Above photo by Megan Authement
At Home: OM Sanctuary
Story by Frances Figart | Photos by Paul M. Howey
Sometimes the best place to be is a home away from home. That is the vision behind Asheville’s Oshun Mountain (OM) Sanctuary, located on the property of the former Richmond Hill Inn overlooking the French Broad River. In fact, those involved sometimes write its name as “hOMe.”
Founded in 2012, OM Sanctuary is a nature-sensitive retreat center offering overnight stays, classes, lectures, trainings, and other programs. Its mission: To inspire healthy lifestyle practices through holistic education and connection with nature.
“When people have spent time living apart from the natural world, getting back into it is something of a homecoming,” says Shelli Stanback, the sanctuary’s founder and president. “We are here to help people of all ages, cultures, and income levels explore the connection between mind, body, spirit, and nature in relation to personal health and wellbeing.”
Shelli was inspired to create the nonprofit organization by the increasing number of people seeking holistic methods to improve health, reduce stress, and bring balance to their lives. She was searching for a campus setting when, after an unfortunate fire, the 54-acre Richmond Hill Inn property suddenly became available through bankruptcy in 2011.

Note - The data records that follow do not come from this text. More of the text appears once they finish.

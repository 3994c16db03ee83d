// Every API route is declared through `route()`: method, path, who may call it, the zod schemas of
// its input and one async handler. Routes registered any other way have no access declaration and
// the route-matrix test fails on them; at run time a request that reaches no declared route is 404.
import type { Request, Response, RequestHandler, Router } from 'express';
import type * as z from '../../shared/zod';
import type { Role } from '../../shared/session-types';
import { BadRequest, Forbidden, Unauthorized } from '../errors';
import type { ErrorDetail } from '../../shared/api/common';
import type { SessionUser } from '../../shared/session-types';
import { hiddenMoneyFields, withoutMoney, type MoneyFields } from '../../shared/money-visibility';

export type Access = 'public' | 'signed-in' | readonly Role[];
export type Method = 'get' | 'post' | 'put' | 'patch' | 'delete';

export interface RouteInput<B, Q, P> {
  body: B;
  query: Q;
  params: P;
  user: SessionUser;
  req: Request;
  res: Response;
}

export interface RouteSpec<B = unknown, Q = unknown, P = unknown> {
  method: Method;
  path: string;
  access: Access;
  body?: z.ZodMiniType<B>;
  query?: z.ZodMiniType<Q>;
  params?: z.ZodMiniType<P>;
  /** Middleware run after the access check and before validation (multer for uploads). */
  before?: RequestHandler[];
  /** Status for a returned value; default 200. */
  status?: number;
  /**
   * The money in the answer, by kind: each role gets the answer without the kinds it may not see
   * (shared/money-visibility.ts). Declared here, beside `access`, so one place says both.
   */
  money?: MoneyFields;
  handler: (input: RouteInput<B, Q, P>) => Promise<unknown> | unknown;
}

export interface DeclaredRoute {
  method: Method;
  path: string;
  access: Access;
  body?: z.ZodMiniType;
  query?: z.ZodMiniType;
  params?: z.ZodMiniType;
  status?: number;
  money?: MoneyFields;
}

/** Every route declared in this process, for the route × role matrix and the API description. */
export const declaredRoutes: DeclaredRoute[] = [];

type Issue = z.core.$ZodIssue;

/**
 * A value that fits none of a union's forms ("an e-mail, or empty, or null") reports the reason of
 * the form it came closest to (the one whose type matched), not zod's bare "Invalid input".
 */
function closestIssue(issue: Issue): Issue {
  if (issue.code !== 'invalid_union' || !issue.errors?.length) return issue;
  const branch = issue.errors.find(
    (b) => b.length > 0 && b.every((i) => i.code !== 'invalid_type'),
  );
  if (!branch) return issue;
  const inner = closestIssue(branch[0]);
  return { ...inner, path: [...issue.path, ...inner.path] };
}

export function zodDetails(error: z.core.$ZodError, where: string): ErrorDetail[] {
  return error.issues.map((raw) => {
    const issue = closestIssue(raw);
    return {
      field: issue.path.length ? issue.path.join('.') : where,
      message: issue.message,
    };
  });
}

function parseOrThrow<T>(schema: z.ZodMiniType<T> | undefined, value: unknown, where: string): T {
  if (!schema) return value as T;
  const result = schema.safeParse(value ?? {});
  if (!result.success) {
    const details = zodDetails(result.error, where);
    const first = details[0];
    throw new BadRequest(
      first ? `${first.field}: ${first.message}` : `The ${where} is not valid.`,
      details,
    );
  }
  return result.data;
}

export type AccessGuard = RequestHandler & { access: Access };

export function accessGuard(access: Access): AccessGuard {
  const guard: RequestHandler = (req, _res, next) => {
    if (access === 'public') return next();
    const user = req.user as SessionUser | undefined;
    if (!user) return next(new Unauthorized());
    if (access === 'signed-in' || access.includes(user.role)) return next();
    next(new Forbidden());
  };
  // The route matrix reads the declaration back from the guard.
  return Object.assign(guard, { access });
}

/** Nobody signed in sees no money of a route that declares some. */
function moneyHiddenFrom(user: SessionUser | undefined, money: MoneyFields): Set<string> {
  if (user) return hiddenMoneyFields(user.role, money);
  return new Set(Object.values(money).flatMap((names) => [...(names ?? [])]));
}

export function route<B, Q, P>(router: Router, spec: RouteSpec<B, Q, P>): void {
  if (!declaredRoutes.some((r) => r.method === spec.method && r.path === spec.path)) {
    declaredRoutes.push({
      method: spec.method,
      path: spec.path,
      access: spec.access,
      body: spec.body,
      query: spec.query,
      params: spec.params,
      status: spec.status,
      money: spec.money,
    });
  }
  const run: RequestHandler = async (req, res) => {
    const input: RouteInput<B, Q, P> = {
      body: parseOrThrow(spec.body, req.body, 'body'),
      query: parseOrThrow(spec.query, req.query, 'query'),
      params: parseOrThrow(spec.params, req.params, 'params'),
      user: req.user as SessionUser,
      req,
      res,
    };
    const raw = await spec.handler(input);
    if (res.headersSent) return;
    const result = spec.money ? withoutMoney(raw, moneyHiddenFrom(input.user, spec.money)) : raw;
    if (result === undefined) {
      res.status(spec.status ?? 204).end();
      return;
    }
    res.status(spec.status ?? 200).json(result);
  };
  router[spec.method](spec.path, accessGuard(spec.access), ...(spec.before ?? []), run);
}

/**
 * Deny by default: refuses to build an app with a route that was not declared through `route()`
 * (its first handler would carry no access declaration, so nothing would check who calls it).
 */
export function assertEveryRouteDeclared(routers: Router[]): void {
  for (const router of routers) {
    for (const layer of router.stack as unknown as Array<{
      route?: { path: string; stack: Array<{ handle: { access?: Access } }> };
    }>) {
      if (layer.route && layer.route.stack[0]?.handle.access === undefined) {
        throw new Error(
          `Route ${layer.route.path} has no access declaration: declare it with route().`,
        );
      }
    }
  }
}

“The time, effort, and historic legacy was standing in ruin and ashes and I envisioned a rising phoenix,” Shelli recalls. “The property had all the elements necessary for self-discovery and realignment and was a perfect match for our need for a central, accessible, and strikingly beautiful place.”
The 25-unit country inn, a Queen Ann style mansion built in 1889, came with a carriage house, croquet cottages, garden pavilion, and 41 undeveloped acres. After four years of cleanup and renovation, Shelli says the facelift is only half done.
Each of the 16 sanctuary rooms is unique and spacious and nine rustic cottages offer porches with rocking chairs. To reduce electromagnetic impact and distraction, there are no clocks, phones or televisions in the accommodations, which offer breathtaking views of nature and feature easy access to gardens and trails.
The carriage house has become a wellness center with a four-person sauna and two studios for classes. Still undergoing construction, the garden labyrinth incorporates a waterfall for walking meditation. With support from environmental nonprofit MountainTrue, invasive plants are being removed from trails, which will feature interpretive signage about native species. Future plans include eco-dorms and a combination teahouse and bookstore.
The sanctuary’s holistic retreat model embraces three-, five-, and seven-day immersion programs, trainings and certifications, as well as day-use opportunities and two-night-minimum retreats. Programs are tuition-based, with some offered by donation or scholarships.
Julie Parker, of Asheville, brought her fledgling Healing Cancer Naturally support group on retreat to OM Sanctuary just over a year ago. “Our group is for people who choose not to do chemo and radiation but rather use all the profound gifts that nature offers for healing,” Julie says. “OM Sanctuary provided an ideal incubator to nourish and grow the group, which has grown from four to 176 members.”
In 2015, the retreat center had approximately 4,500 program participants, with 92 percent staying overnight. “Their economic impact means more than $500,000 for Asheville businesses,” says executive director Jonathan Frappier, who adds that the nonprofit’s future success depends upon contributions from donors. “Our ongoing facility improvements and program development require support from the community.”
To offset its carbon footprint and to support preservation of undeveloped areas, last year OM Sanctuary protected its 41 forest acres through a conservation easement with Southern Appalachian Highlands Conservancy (SAHC). The tract contains pools that provide likely habitat for salamanders and its conservation helps protect tributary streams of the French Broad River watershed. “We were thrilled at the opportunity to protect this undeveloped, mature forest so near Asheville’s urban core,” says Carl Silverstein, SAHC’s executive director.
Shelli feels she is carrying on the legacy of her grandfather, who helped preserve property around one of the most pristine and unique lakes in Minnesota. She says the relationship between people and the environment should be a symbiotic one. “If we are going to improve health, we must also preserve nature.”